Конечно же короли устроили пир, а потом потасовку, и теперь уже примирившиеся между собой подданные Английского короля дружно бились против подданных короля французского. Вскоре на Кипр прибыл и третий король — Ги де Лузиньян, король Иерусалима, и неразбериха только увеличилась. Переругавшись между собой, короли готовы были уже начать большую войну на Кипре, когда Папа призвал их к порядку, и они по очереди начали переправляться в Палестину. Ришар осадил Акру, и надолго завяз в осаде. Филип считал это мероприятие совершенно бесполезным, и долгое время отсиживался на Кипре, но потом пришел на помощь собрату по оружию.

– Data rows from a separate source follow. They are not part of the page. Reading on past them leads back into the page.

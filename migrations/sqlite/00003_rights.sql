-- Who may enter which zone: standing permissions, from a moment on and, where it is known, up to one.

-- +goose Up

CREATE TABLE rights (
    seq BIGINT NOT NULL REFERENCES entries (seq),
    n BIGINT NOT NULL,
    ended BIGINT NOT NULL,
    entry TEXT NOT NULL,
    batch TEXT NOT NULL,
    site TEXT NOT NULL,
    person TEXT NOT NULL,
    zone TEXT NOT NULL,
    from_time TEXT NOT NULL,
    to_time TEXT,
    PRIMARY KEY (seq, n)
);
CREATE INDEX rights_ended ON rights (ended) WHERE ended > 0;
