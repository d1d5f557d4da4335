-- Who comes to visit, announced and escorted, and what became of each visit.

-- +goose Up

CREATE TABLE visits (
    seq BIGINT NOT NULL REFERENCES entries (seq),
    n BIGINT NOT NULL,
    ended BIGINT NOT NULL,
    entry TEXT NOT NULL,
    batch TEXT NOT NULL,
    site TEXT NOT NULL,
    visitor TEXT NOT NULL,
    employer TEXT NOT NULL,
    badge TEXT NOT NULL,
    kind TEXT NOT NULL,
    zones TEXT NOT NULL,
    from_time TEXT NOT NULL,
    to_time TEXT NOT NULL,
    escort TEXT NOT NULL,
    person TEXT NOT NULL,
    tools TEXT NOT NULL,
    late BOOLEAN NOT NULL,
    touched BIGINT NOT NULL,
    PRIMARY KEY (seq, n)
);
CREATE INDEX visits_ended ON visits (ended) WHERE ended > 0;
CREATE INDEX visits_touched ON visits (touched) WHERE touched > 0;

CREATE TABLE visit_steps (
    seq BIGINT NOT NULL REFERENCES entries (seq),
    n BIGINT NOT NULL,
    ended BIGINT NOT NULL,
    entry TEXT NOT NULL,
    batch TEXT NOT NULL,
    site TEXT NOT NULL,
    visit TEXT NOT NULL,
    step TEXT NOT NULL,
    at_time TEXT NOT NULL,
    screener TEXT NOT NULL,
    outcome TEXT NOT NULL,
    account TEXT NOT NULL,
    PRIMARY KEY (seq, n)
);
CREATE INDEX visit_steps_ended ON visit_steps (ended) WHERE ended > 0;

Осада Акры казалась бесконечной. Крестоносцы все плыли из Европы, и, оказываясь в Палестине, попадали под стены Акры, где часто находили свою смерть. Силы крестоносцев не были согласованы, удары каждый король наносил п своему разумению, не считаясь с мнением другого, на место уничтоженных частей приплывали следующие, и их постигала та же участь. Мусульмане прорывали осаду то с моря, то с суши, и не имели недостатка в воде и провианте.
Эстель переправилась к Акре вместе с еще десятью сестрами. Издали она увидела белые стены города, который поглотил уже столько народу. Вдоль стен курсировали корабли крестоносцев вне досягаемости городских катапульт. Крестоносная армия стояла под стенами лагерем, и разноцветные шатры и стяги сияли на солнце яркими цветами. Спустившись на берег, и придя на свое новое место служения, Эстель впервые поняла, что попала в настоящий ад. Вместо паломников, к которым она привыкла, страноприимный дом был заполнен ранеными.
Крики раненых снились ей во сне, когда она наконец-то доползала до своей кровати и падала прямо в одежде, засыпая еще до того, как голова ее касалась подушки. У нее не было свободного времени, чтобы поесть, про отдых речи и не шло. Раненых приносили десятками. Эстель, которая не боялась вида крови и имела хорошую выдержку, вскоре оказалась помощницей главного доктора, к которому приносили тех, кому требовались ампутация или серьезная операция. Люди с раздробленными конечностями, которые доктора отпиливали пилами, просто напоив человека крепким вином. Эстель привязывала пациентов к столу, и вчетвером с другими сестрами держала их, пока врачи делали свое дело. Нечеловеческие крики, вонь, кровь... Эстель накладывала жгуты на обрубки, и волокла на себе несчастных, до кровати, где они могли погрузиться в недолгое забытье. Она подносила им вино, будто вино могло помочь. Она помогала вытаскивать стрелы и зашивать раны. Срезала ножницами части плоти, будто это была какая-то толстая ткань. Смотрела, как доктор запихивает обратно в живот кишки, и шила, шила, пока пациент был без сознания. Успеть сшить, пока он не кричит. Пальцы ее, которые сначала дрожали, вскоре стали работать проворно и быстро. Она делала красивые стяжки. И те, кто выживал после их операций, могли бы благодарить неизвестную им сестру, что так ловко научилась зашивать раненых.